I felt so ashamed of myself for letting my wife down. Words failed me. The most grammatically embedded and genuine apology did not even seem enough to pierce Yemisi's heart. It was clear that she too was helpless and wished she could no longer feel the things she was still feeling for me. My 'sorry's' could not patch up the grave wound in her soul. What I needed to do was make her sentiments legitimate and worthy of feeling. Saying sorry would only show that I didn't intend to prove to her that I was worth loving. It would come off as lazy and me being a shameless weakling.

I reached for her hands again and held them more firmly. She tried to remove them from my hold, but I captured her whole palm, rubbing on them softly and pleadingly.

"What are you doing now, Christopher?" she gaped, trying hard to remove her hand from my hold.

"I won't defend myself anymore, Yemi," I summoned the determination to look at her. "It was my fault for avoiding you and making you worry so much, but I assure you that I didn't sleep with her. I'm sure I didn't. I...I..."

"You aren't even sure.
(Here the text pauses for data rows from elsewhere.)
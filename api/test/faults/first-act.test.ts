import { afterAll, beforeAll, describe, expect, it } from '@jest/globals';
import { randomUUID } from 'node:crypto';
import path from 'node:path';
import { v7 } from 'uuid';
import { createJob, jobInput, principalWithFirm } from '../support/builders.ts';
import { House, until } from '../support/house.ts';
import type { Visitor } from '../support/visitor.ts';

const preload = path.join(import.meta.dirname, 'kill-at-commit.mjs');

describe('kill -9 around the first act', () => {
  let house: House;
  let url: string;
  let principal: Visitor;
  let firmId: string;

  beforeAll(async () => {
    house = await House.open();
    await house.worker();
    ({ url } = await house.web());
    ({ principal, firmId } = await principalWithFirm(house, url));
  });
  afterAll(() => house.close());

  const doomed = (operation: string, when: 'before' | 'after') => house.web({ preload, env: { KILL_OPERATION: operation, KILL_WHEN: when } });

  it.each(['before', 'after'] as const)('has one job when the server dies %s the commit and the browser sends it again', async (when) => {
    const dying = await doomed('job.create', when);
    const input = jobInput(firmId);
    const key = randomUUID();
    await expect(principal.at(dying.url).post('/jobs', input, key)).rejects.toThrow();
    const kept = await house.sql<{ n: number }>('select count(*)::int as n from job where id = $1', [input.id]);
    expect(kept).toEqual([{ n: when === 'before' ? 0 : 1 }]);

    const again = await principal.post('/jobs', input, key);
    expect([again.status, again.headers['idempotency-replayed']]).toEqual([201, when === 'before' ? undefined : 'true']);
    const entries = await house.sql<{ seq: number }>(`select seq::int from record_entry where job_id = $1 and chain = 'shared' order by seq`, [input.id]);
    expect(entries).toEqual([{ seq: 1 }]);
  });

  it.each(['before', 'after'] as const)('sends one invitation when the server dies %s the commit', async (when) => {
    const job = await createJob(principal, firmId);
    const dying = await doomed('person.invite', when);
    const input = { id: v7(), email: `kill-${when}@people.example`, name: 'Pat Rowe', role: 'homeowner' };
    const key = randomUUID();
    await expect(principal.at(dying.url).post(`/jobs/${job.id}/invitations`, input, key)).rejects.toThrow();
    expect((await principal.post(`/jobs/${job.id}/invitations`, input, key)).status).toBe(201);
    await house.mail.wait(input.email, /invites you/);
    await new Promise((done) => setTimeout(done, 500));
    expect(house.mail.to(input.email)).toHaveLength(1);
  });

  it('mails once the mail server takes mail again', async () => {
    const job = await createJob(principal, firmId);
    house.mail.refusing = true;
    const input = { id: v7(), email: 'later@people.example', name: 'Pat Rowe', role: 'homeowner' };
    expect((await principal.post(`/jobs/${job.id}/invitations`, input)).status).toBe(201);
    await new Promise((done) => setTimeout(done, 400));
    expect(house.mail.to(input.email)).toHaveLength(0);
    house.mail.refusing = false;
    await house.mail.wait(input.email, /invites you/, 30_000);
    expect(house.mail.to(input.email)).toHaveLength(1);
  });

  it('frees the jobs of a worker that was killed in the middle', async () => {
    const alone = await House.open();
    try {
      const first = await alone.worker();
      const { url: at } = await alone.web();
      const made = await principalWithFirm(alone, at);
      const job = await createJob(made.principal, made.firmId);
      await alone.kill(first);
      const input = { id: v7(), email: 'freed@people.example', name: 'Pat Rowe', role: 'homeowner' };
      expect((await made.principal.post(`/jobs/${job.id}/invitations`, input)).status).toBe(201);
      // as a worker leaves it that died while it held the job
      await alone.asQueueOwner(`update graphile_worker._private_jobs set locked_at = now() - interval '5 seconds', locked_by = 'worker_of_a_dead_pool'`);
      await alone.worker();
      await alone.mail.wait(input.email, /invites you/);
      await until(async () => (await alone.sql<{ n: number }>('select count(*)::int as n from notice where sent_at is null'))[0]?.n === 0, 'all notices to be marked');
    } finally {
      await alone.close();
    }
  });
});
Look how you're stuttering," Yemisi shook her head. "The owner of the alehouse told me everything – of how she saw you naked with only a duvet tied to your waist. She explained how you reeked of alcohol and looked like a total mess. How can you guarantee and prove to me that you did not sleep with her when you were too drunk? And when did you start drinking so much, Chris? Seriously, what's your problem? Why didn't you just open up to me on that day?"

"I'm sorry," I sighed as a tear dropped. "I've been trying to tell my mother to get rid of this betrothal since she created it in the first place. I can't chase that lady away on my own."
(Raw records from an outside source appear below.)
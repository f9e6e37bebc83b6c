import { sum, type Cents } from '../money/index.ts';
import type { TradeInvoice, Waiver } from './types.ts';

/**
 * How much of what was invoiced these waivers cover, in cents. By through date: a progress waiver adds its sum, up to what was invoiced
 * through its date, so that one for more than that never covers later work; a final one lifts the cover to everything invoiced through
 * its date less what it excepts. Neither the order of waivers nor that of invoices matters. Exact, nothing is rounded.
 */
export function covered(invoices: readonly TradeInvoice[], waivers: readonly Waiver[]): Cents {
  return [...waivers].sort(byDate).reduce((before, waiver) => {
    const invoiced = sum(invoices.filter(({ throughOn }) => throughOn <= waiver.throughOn).map(({ amountCents }) => amountCents));
    return waiver.stage === 'progress' ? Math.min(sum([before, waiver.amountCents]), invoiced) : Math.max(before, sum([invoiced, -waiver.exceptedCents]));
  }, 0);
}

// on one day progress waivers come first: the other way round they could cover what the final one excepts
function byDate(a: Waiver, b: Waiver): number {
  if (a.throughOn !== b.throughOn) return a.throughOn < b.throughOn ? -1 : 1;
  return Number(a.stage === 'final') - Number(b.stage === 'final');
}

/** The latest of some dates; null of none. */
export const latest = (dates: readonly string[]): string | null => dates.reduce<string | null>((most, on) => (most === null || on > most ? on : most), null);
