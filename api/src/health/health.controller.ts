import { Controller, Get, Inject } from '@nestjs/common';
import { getConnectionToken } from '@nestjs/sequelize';
import { ApiOkResponse, ApiTags } from '@nestjs/swagger';
import type { Sequelize } from 'sequelize';
import { Problem } from '../common/problem.ts';
import { Route } from '../common/route.ts';

@ApiTags('health')
@Controller('health')
export class HealthController {
  constructor(
    @Inject(getConnectionToken()) private readonly writing: Sequelize,
    @Inject(getConnectionToken('read')) private readonly reading: Sequelize,
  ) {}

  /** Answers when the process runs and both pools reach the database. */
  @Get() @Route('public', 'read') @ApiOkResponse()
  async health(): Promise<{ status: 'ok' }> {
    try {
      await Promise.all([this.writing.authenticate({ logging: false }), this.reading.authenticate({ logging: false })]);
    } catch {
      throw new Problem('busy', { detail: 'The database does not answer.' });
    }
    return { status: 'ok' };
  }
}
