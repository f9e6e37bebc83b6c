import { infiniteQueryOptions } from '@tanstack/react-query';
import type { JobList } from '@tallypole/shared/schemas/jobs';
import { get } from '../../../lib/http.ts';

export const jobsQuery = infiniteQueryOptions({
  queryKey: ['jobs'],
  queryFn: ({ pageParam, signal }) => get<JobList>(`jobs?limit=50${pageParam ? `&cursor=${encodeURIComponent(pageParam)}` : ''}`, signal),
  initialPageParam: '',
  getNextPageParam: (last: JobList) => last.next ?? undefined,
});
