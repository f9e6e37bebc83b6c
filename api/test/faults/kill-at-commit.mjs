// Loaded before the server with --import: kills this process just before or after the commit of the named operation (KILL_OPERATION,
// KILL_WHEN). The product knows nothing of it.
import pg from 'pg';

const { KILL_OPERATION, KILL_WHEN } = process.env;
const query = pg.Client.prototype.query;

const die = () => {
  process.kill(process.pid, 'SIGKILL');
  for (;;);
};

pg.Client.prototype.query = function (...args) {
  const text = typeof args[0] === 'string' ? args[0] : args[0]?.text;
  const values = Array.isArray(args[1]) ? args[1] : args[0]?.values;
  if (/^select app\.answer/.test(text) && values?.includes(KILL_OPERATION)) this.doomed = true;
  if (!this.doomed || !/^COMMIT/.test(text)) return query.apply(this, args);
  if (KILL_WHEN === 'before') die();
  const callback = args.at(-1);
  if (typeof callback === 'function') {
    args[args.length - 1] = () => die();
    return query.apply(this, args);
  }
  return query.apply(this, args).then(die);
};
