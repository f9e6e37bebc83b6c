import { afterAll, beforeAll, describe, expect, it } from '@jest/globals';
import { spawnSync } from 'node:child_process';
import { mkdtempSync, readdirSync, rmSync, writeFileSync } from 'node:fs';
import { tmpdir } from 'node:os';
import path from 'node:path';
import { v7 } from 'uuid';
import type { StoredFile } from '@tallypole/shared/schemas/files';
import { createJob, principalWithFirm } from '../support/builders.ts';
import { made } from '../support/draw-builders.ts';
import { House, until } from '../support/house.ts';
import { jpeg } from '../support/photos.ts';
import { smallSchedule } from '../support/schedule-builders.ts';
import { StorageStandIn } from '../support/storage-stand-in.ts';
import { download, pdf, sha256, upload } from '../support/uploads.ts';
import type { Visitor } from '../support/visitor.ts';

const MEGABYTE = 1_048_576;
const large = (megabytes: number) => Buffer.concat([pdf(), Buffer.alloc(megabytes * MEGABYTE)]);
interface Problem {
  code: string;
  detail: string;
}

/** A folder with room for so many bytes: a file system of its own, which only root may make. */
function smallDisk(megabytes: number): string | undefined {
  const at = mkdtempSync(path.join(tmpdir(), 'tally-small-'));
  if (spawnSync('mount', ['-t', 'tmpfs', '-o', `size=${megabytes}m`, 'tmpfs', at]).status === 0) return at;
  rmSync(at, { recursive: true });
  return undefined;
}

const disk = smallDisk(6);
const onSmallDisk = disk === undefined ? it.skip : it;

describe('a disk that is full', () => {
  let house: House;
  let principal: Visitor;
  let jobId: string;
  const files = path.join(disk ?? '', 'files');

  beforeAll(async () => {
    house = await House.open({ FILES_DIR: files, LOG_LEVEL: 'silent' });
    await house.worker();
    const { url } = await house.web();
    const firm = await principalWithFirm(house, url);
    ({ principal } = firm);
    ({ id: jobId } = await createJob(principal, firm.firmId));
  });
  afterAll(async () => {
    await house.close();
    if (disk === undefined) return;
    spawnSync('umount', ['-l', disk]);
    rmSync(disk, { recursive: true, force: true });
  });

  const add = (content: Buffer, id = v7()) => upload(principal, `/jobs/${jobId}/files`, { id, purpose: 'other' }, { name: 'plan.pdf', content });
  const kept = () => readdirSync(files, { recursive: true, withFileTypes: true }).filter((entry) => entry.isFile()).length;

  onSmallDisk('refuses an upload in a sentence, keeps nothing of it, and takes it when there is room again (skipped where no small file system can be mounted)', async () => {
    const first = made<StoredFile>(await add(pdf('fits')));
    const filler = path.join(disk ?? '', 'filler');
    writeFileSync(filler, Buffer.alloc(3 * MEGABYTE));
    const [id, content] = [v7(), large(4)];
    const refused = await add(content, id);
    expect([refused.status, (refused.body as Problem).code]).toEqual([507, 'no_room']);
    expect((refused.body as Problem).detail).toBe('There is no room for files at the moment. Nothing was kept; try again later.');
    expect(kept()).toBe(1);
    expect(await house.sql('select 1 from file')).toHaveLength(1);
    expect((await download(principal, `/jobs/${jobId}/files/${first.id}`)).content.equals(pdf('fits'))).toBe(true);
    rmSync(filler);
    expect(made<StoredFile>(await add(content, id)).sha256).toBe(sha256(content));
    expect(kept()).toBe(2);
  });
});

describe('a bucket that is down', () => {
  let house: House;
  let standIn: StorageStandIn;
  let principal: Visitor;
  let elsewhere: Visitor;
  let jobId: string;
  let milestoneId: string;

  beforeAll(async () => {
    standIn = await StorageStandIn.open();
    house = await House.open({ ...standIn.env, LOG_LEVEL: 'silent' });
    await house.worker();
    const [{ url }, { url: second }] = [await house.web(), await house.web()];
    const firm = await principalWithFirm(house, url);
    ({ principal } = firm);
    elsewhere = principal.at(second);
    ({ id: jobId } = await createJob(principal, firm.firmId));
    milestoneId = (await smallSchedule(principal, jobId)).milestoneId.Framing;
  });
  afterAll(async () => {
    await house.close();
    await standIn.close();
  });

  const photos = async () => (await house.sql<{ n: number }>(`select count(*)::int as n from photo where state = 'ready'`))[0]?.n;

  it('serves what one server stored from another, and the sizes that the worker made', async () => {
    const content = large(11);
    const { id } = made<StoredFile>(await upload(principal, `/jobs/${jobId}/files`, { id: v7(), purpose: 'other' }, { name: 'set of plans.pdf', content }));
    expect(sha256((await download(elsewhere, `/jobs/${jobId}/files/${id}`)).content)).toBe(sha256(content));
    made(await upload(principal, `/jobs/${jobId}/photos`, { id: v7(), milestoneId }, { name: 'a.jpg', content: await jpeg({ width: 900, height: 600 }) }));
    await until(async () => (await photos()) === 1, 'the photo');
    expect((await standIn.kept()).uploads).toEqual([]);
  });

  it('refuses uploads in a sentence and lets everything else go on; then they work, and a photo that waited is made ready once', async () => {
    const photoId = v7();
    made(await upload(principal, `/jobs/${jobId}/photos`, { id: photoId, milestoneId }, { name: 'b.jpg', content: await jpeg({ scene: 2, width: 900, height: 600 }) }));
    await standIn.stop();
    const [id, content] = [v7(), pdf('later')];
    const send = () => upload(principal, `/jobs/${jobId}/files`, { id, purpose: 'other' }, { name: 'later.pdf', content });
    const refused = await send();
    expect([refused.status, (refused.body as Problem).code, Number(refused.headers['retry-after']) > 0]).toEqual([503, 'busy', true]);
    expect((refused.body as Problem).detail).toBe('Files cannot be kept or opened just now. Try again in a moment; nothing was changed.');
    expect((await principal.get(`/jobs/${jobId}`)).status).toBe(200);
    expect((await fetch(`${principal.url}/api/health/ready`)).status).toBe(200);
    await standIn.start();
    made(await send());
    await until(async () => (await photos()) === 2, 'the photo that waited', 60_000);
    const known = await house.sql<{ key: string }>(`select storage_key as key from file union all select s->>'key' from photo, jsonb_array_elements(sizes) s order by key`);
    expect((await standIn.kept()).objects.map(({ key }) => key).sort()).toEqual(known.map(({ key }) => key));
  });
});

describe('a mail server that is away for a while', () => {
  it('gets every mail once when it is back', async () => {
    const house = await House.open({ LOG_LEVEL: 'silent' });
    try {
      await house.worker();
      const { url } = await house.web();
      const { principal, firmId } = await principalWithFirm(house, url);
      const job = await createJob(principal, firmId);
      await house.mail.stop();
      const guests = Array.from({ length: 12 }, (_, i) => `away${i}@people.example`);
      for (const email of guests) made(await principal.post(`/jobs/${job.id}/invitations`, { id: v7(), email, name: 'Pat Rowe', role: 'homeowner' }));
      await until(async () => (await house.asQueueOwner(`select 1 from graphile_worker.jobs where task_identifier = 'send_notice' and attempts > 0`)).length >= guests.length, 'a first try of each');
      expect((await house.sql<{ n: number }>('select count(*)::int as n from notice where sent_at is not null'))[0]?.n).toBe(0);
      await house.mail.startAgain();
      for (const email of guests) await house.mail.wait(email, /invites you/, 40_000);
      await until(async () => (await house.sql<{ n: number }>('select count(*)::int as n from notice where sent_at is null'))[0]?.n === 0, 'all mails to be marked');
      expect(guests.map((email) => house.mail.to(email).length)).toEqual(guests.map(() => 1));
    } finally {
      await house.close();
    }
  });
});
"You could at least try to imbibe courage like I did a few minutes ago. I don't expect you to act like a 'man' all the time. Stereotypes be damned, but Chris, I expected you to know how to handle the situation wisely. The fact that you could hurt me like this because you wanted to hide the truth from me is something I don't understand at all."

As I watched her fingers vibrate and tears fall from her cheeks as she spoke, I wished I could run into a deep, bottomless hole and die there. I despised myself for making her feel so miserable.
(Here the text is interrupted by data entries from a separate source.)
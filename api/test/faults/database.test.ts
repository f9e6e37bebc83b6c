import { afterAll, beforeAll, describe, expect, it } from '@jest/globals';
import { randomUUID } from 'node:crypto';
import { v7 } from 'uuid';
import { createJob, jobInput, principalWithFirm } from '../support/builders.ts';
import { operate } from '../support/commands.ts';
import { approvedDraw, drawAt, ledgerState, lentJob, made } from '../support/draw-builders.ts';
import { House, until } from '../support/house.ts';
import { ownPostgres, type OwnPostgres } from '../support/own-postgres.ts';
import { StallingProxy } from '../support/stalling-proxy.ts';
import type { Visitor } from '../support/visitor.ts';

const LONG = 60_000;
const jobs = async (house: House, firmId: string) => (await house.sql<{ n: number }>('select count(*)::int as n from job where firm_id = $1', [firmId]))[0]?.n;

describe('a database that is killed and comes back', () => {
  let server: OwnPostgres;
  let house: House;
  let principal: Visitor;
  let firmId: string;
  let urls: string[];

  beforeAll(async () => {
    server = await ownPostgres();
    house = await House.open({ LOG_LEVEL: 'silent' }, { server, template: server.template });
    await house.worker();
    urls = [(await house.web()).url, (await house.web()).url];
    ({ principal, firmId } = await principalWithFirm(house, urls[0] ?? ''));
  });
  afterAll(async () => {
    await house.close();
    await server.remove();
  });

  /** Sends until it is acknowledged, always with the same key; whatever else is answered must say that it may be sent again. */
  async function acknowledged(at: string, refusals: string[]): Promise<void> {
    const [input, key] = [jobInput(firmId), randomUUID()];
    for (const end = Date.now() + LONG; Date.now() < end; await new Promise((done) => setTimeout(done, 100))) {
      const answer = await principal.at(at).post('/jobs', input, key);
      if (answer.status === 201) return;
      const { code } = answer.body as { code: string };
      refusals.push(code);
      expect([answer.status, answer.headers['content-type'], Number(answer.headers['retry-after']) > 0, ['busy', 'unclear'].includes(code)]).toEqual([503, 'application/problem+json; charset=utf-8', true, true]);
    }
    throw new Error('It was never acknowledged.');
  }

  it.each([
    ['killed', () => server.kill()],
    ['shut down in good order', () => server.leave()],
  ])('loses nothing that was acknowledged and does nothing twice when it is %s in the middle', async (_how, end) => {
    const before = (await jobs(house, firmId)) ?? 0;
    const refusals: string[] = [];
    let sent = 0;
    let on = true;
    // eight people at two servers, one act after the other
    const people = Array.from({ length: 8 }, async (_, i) => {
      while (on) {
        sent += 1;
        await acknowledged(urls[i % 2] ?? '', refusals);
      }
    });
    await new Promise((done) => setTimeout(done, 800));
    await end();
    await new Promise((done) => setTimeout(done, 700));
    await server.start();
    await until(async () => (await fetch(`${urls[0]}/api/health/ready`)).ok && (await fetch(`${urls[1]}/api/health/ready`)).ok, 'both servers to be ready again', LONG);
    on = false;
    await Promise.all(people);
    expect(refusals.length).toBeGreaterThan(0);
    expect((await jobs(house, firmId)) ?? 0).toBe(before + sent);
    // the worker is back as well, and takes the lock again by which others know that it lives
    const job = await createJob(principal, firmId);
    const guest = `${randomUUID()}@people.example`;
    made(await principal.post(`/jobs/${job.id}/invitations`, { id: v7(), email: guest, name: 'Pat Rowe', role: 'homeowner' }));
    await house.mail.wait(guest, /invites you/, LONG);
    await until(async () => (await house.sql<{ n: number }>(`select count(*)::int as n from pg_locks where locktype = 'advisory' and granted`))[0]?.n === 1, "the worker's lock", LONG);
    const check = await operate(house, 'check');
    expect([check.status, check.output.includes('BROKEN')]).toEqual([0, false]);
  });
});

describe('a connection to the database that falls silent', () => {
  let house: House;
  beforeAll(async () => {
    house = await House.open({ LOG_LEVEL: 'silent' });
    await house.worker();
  });
  afterAll(() => house.close());

  /** One act over a connection that falls silent at the last of these words, and the same act again once the connection works. */
  async function silenced(words: readonly string[], when: 'before' | 'after') {
    const { proxy, url: database } = await StallingProxy.before(house.env['DATABASE_WRITE_URL'] ?? '');
    try {
      const { url } = await house.web({ env: { DATABASE_WRITE_URL: database } });
      const { principal, firmId } = await principalWithFirm(house, url);
      const [input, key] = [jobInput(firmId), randomUUID()];
      proxy.stallAt([key, ...words], when);
      const began = Date.now();
      const first = await principal.post('/jobs', input, key);
      const seconds = (Date.now() - began) / 1_000;
      const kept = await jobs(house, firmId);
      proxy.recover();
      const again = await principal.post('/jobs', input, key);
      const { code } = first.body as { code: string };
      return { first: [first.status, code], stalled: seconds > 8 && seconds < 16, kept, again: [again.status, again.headers['idempotency-replayed']], jobs: await jobs(house, firmId) };
    } finally {
      await proxy.close();
    }
  }

  it('keeps nobody waiting for long, and the act is done once when it is sent again', async () => {
    // side by side, since each waits until patience ends
    const [early, late, answered] = await Promise.all([silenced([], 'before'), silenced(['COMMIT'], 'before'), silenced(['COMMIT'], 'after')]);
    expect(early).toEqual({ first: [503, 'busy'], stalled: true, kept: 0, again: [201, undefined], jobs: 1 });
    expect(late).toEqual({ first: [503, 'unclear'], stalled: true, kept: 0, again: [201, undefined], jobs: 1 });
    expect(answered).toEqual({ first: [503, 'unclear'], stalled: true, kept: 1, again: [201, 'true'], jobs: 1 });
  });
});

describe('one connection for each pool', () => {
  it('is enough for everybody, one after the other', async () => {
    const house = await House.open({ DATABASE_POOL: '1' });
    try {
      await house.worker();
      const { url } = await house.web();
      const lent = await lentJob(house, url);
      const draw = await approvedDraw(lent);
      const { principal, firmId, ann, ben, lender, job } = lent;
      const reads = [ann, ben, lender, principal].flatMap((who) => [who.get(`/jobs/${job.id}`), who.get(drawAt(lent, draw.id)), who.get('/me')]);
      const writes = Array.from({ length: 8 }, () => principal.post('/jobs', jobInput(firmId)));
      const answers = await Promise.all([...reads, ...writes]);
      expect(answers.map(({ status }) => status)).toEqual([...reads.map(() => 200), ...writes.map(() => 201)]);
      expect(await ledgerState(house, job.id)).toMatchObject({ sum: 0 });
    } finally {
      await house.close();
    }
  });
});
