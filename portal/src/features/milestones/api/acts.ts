import type { ClaimMilestone, Inspect, MilestoneDetail, PlanMilestone, ReopenMilestone, StartMilestone } from '@tallypole/shared/schemas/milestones';
import { post } from '../../../lib/http.ts';

interface Bodies {
  plan: PlanMilestone;
  start: StartMilestone;
  claim: ClaimMilestone;
  inspections: Inspect;
  reopen: ReopenMilestone;
}

/** Acts on a milestone; each answers with what it is afterwards. */
export const actOnMilestone = <Act extends keyof Bodies>(jobId: string, milestoneId: string, act: Act, body: Bodies[Act], idempotencyKey: string): Promise<MilestoneDetail> =>
  post<MilestoneDetail>(`jobs/${jobId}/milestones/${milestoneId}/${act}`, body, { idempotencyKey });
Yes, she would stop hurting if you took the appropriate measures toward achieving that. Stop wishing that she stops feeling pain. Do something to make her feel better.

"You know what? I won't bother myself about this issue anymore. I've been the one making all the efforts while you are out there sleeping with someone else, " she removed her hands from my hold. "I have a ton of work to do. If I had decided to make good use of my time, I wouldn't have come here. So, goodbye, Chris."

She stormed away and ran off to catch the next available taxi. I saw her cover her lips to stop herself from sobbing. And again, I watched her leave without being able to do anything to stop her. I watched as my strong wife tried so hard not to soil her suit with tears by covering her mouth, and I was the reason behind all that.

I would never forgive myself for this unless I could bring her to smile again.